File spoon-archives/frankfurt-school.archive/frankfurt-school_1999/frankfurt-school.9906, message 34


Date: Thu, 3 Jun 1999 22:37:55 +0100
From: S Mure <panic-AT-freeuk.com>
Subject: Re: Adorno autonomously


In article <BB0F4F3AD0-AT-tasc.tasc.ac.uk>, L Spencer
<L.SPENCER-AT-tasc.ac.uk> writes
>Few of us are in any position today to endorse whole-heartedly the 
>positions adopted by Adorno on the relationship between high art and 
>popular culture. On the one hand we have most of us grown up familiar 
>with aspects of popular culture (including for some of us, 
>non-European cultures) which were clearly strange, alien 
>even threatening to Adorno. On the other hand, there are very few us 
>us as "cultured" as Adorno.

This is very true and I find myself quite confused as to my position in
relation to the very popular culture that socialised and saturated me. I
find the grip of culture to be almost total nowadays, with the mutual
estrangement that it complements and creates. This is not a result of a
'nihilistic, defeatist world-view', it's my experience of life. 
I want to defend things in popular music that seem to be of worth - say
the music of Captain Beefheart, The Fall or dub reggae (e.g. Lee Perry)
- without thereby affirming what appears to me as a total system. I also
find the music that Adorno allowed some saving grace - Beethoven and
others - quite discredited now, a celebration of the division of labour
that created Culture as a separate domain in the first place.

>From the present vantage point I think that Adorno's work is best
understood as a *critique* of Art *as such*, rather than focussing on
his upholding of certain forms of art above others. More and more, art
appears as just a bunch of tricks and mystifications. 

As to the Western Intellectual's 'culture of despair' referred to
elsewhere; to paraphrase Adorno, 'thought is happiness' and as long as
you have the capacity of thought, happiness is not impossible. Adorno's
work is all about sustaining that capacity in the face of the total
assault it faces under late late capitalism. 
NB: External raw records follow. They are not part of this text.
// A person's own choice of how Whorl's e-mail reaches them: each message as it
// happens, or everything gathered into one message a day.
import { useEffect, useState, type FormEvent } from 'react';
import { Button } from '../../../components/ui/button';
import { ErrorNotice, Loading } from '../../../components/ui/states';
import type { Delivery } from '../../../../shared/schemas/notifications';
import { useDelivery, useSetDelivery } from '../api/messages';

const hourText = (hourUtc: number) => `${String(hourUtc).padStart(2, '0')}:00 UTC`;

export function DeliveryChoice() {
  const delivery = useDelivery();
  const save = useSetDelivery();
  const [choice, setChoice] = useState<Delivery | null>(null);
  useEffect(() => {
    if (delivery.data) setChoice(delivery.data.delivery);
  }, [delivery.data]);

  if (delivery.isLoading) return <Loading what="Reading your delivery choice" />;
  if (delivery.error) return <ErrorNotice error={delivery.error} title="Your delivery choice could not be read" />;
  const current = delivery.data!;
  const submit = (event: FormEvent) => {
    event.preventDefault();
    if (choice && choice !== current.delivery) save.mutate({ delivery: choice, version: current.version });
  };

  return (
    <form onSubmit={submit} className="rounded-lg border border-ink/10 bg-white p-4" aria-labelledby="delivery-heading">
      <h2 id="delivery-heading" className="font-bold text-ink">
        How you receive messages
      </h2>
      <fieldset className="mt-2 flex flex-col gap-2 text-sm">
        <legend className="sr-only">Delivery</legend>
        <label className="flex items-start gap-2">
          <input type="radio" name="delivery" value="immediate" checked={choice === 'immediate'} onChange={() => setChoice('immediate')} className="mt-1" />
          <span>
            <strong>Each message as it happens</strong>
            <span className="block text-ink-soft">Assignments, returns and reminders reach your inbox within a minute.</span>
          </span>
        </label>
        <label className="flex items-start gap-2">
          <input type="radio" name="delivery" value="daily_digest" checked={choice === 'daily_digest'} onChange={() => setChoice('daily_digest')} className="mt-1" />
          <span>
            <strong>One daily digest</strong>
            <span className="block text-ink-soft">Everything of the day in one message, sent at {hourText(current.digestHourUtc)}. This page shows each message as it arrives.</span>
          </span>
        </label>
      </fieldset>
      <div className="mt-3 flex items-center gap-3">
        <Button type="submit" disabled={save.isPending || choice === current.delivery}>
          {save.isPending ? 'Saving…' : 'Save my choice'}
        </Button>
        {save.isSuccess && choice === current.delivery && (
          <p role="status" className="text-sm text-ink-soft">
            Saved. New messages follow your choice; anything already held waits for the next digest.
          </p>
        )}
      </div>
      {save.error ? <ErrorNotice error={save.error} title="Your choice was not saved" /> : null}
    </form>
  );
}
To ramble - when I listen to the best dub reggae I feel spaces being
opened in my mind which almost nothing else is capable of creating. But
then most of that was made in the 70s, before the cultural universe
closed completely... 
>
>But what is strange is that those of Adorno's present-day "disciples" 
>who want to make his pronouncements sacrosanct and who wish to hold 
>to every aspect of his aesthetic judgements are so often - perhaps 
>always - individuals with very little aesthetic feeling of their own. 
>
>Adorno was a great musicologist. But his musical writings are taken 
>as Holy Writ only by the tone deaf. And across other areas of intellectual 
>pursuit on stumbles again and again on the same kind of dependency - utterly 
>defeating Adorno's 
>ideal of autonomy and maturity (Mundigkeit).

I have heard of these acolytes, but never come across one. Could you
point me in the direction of one or two?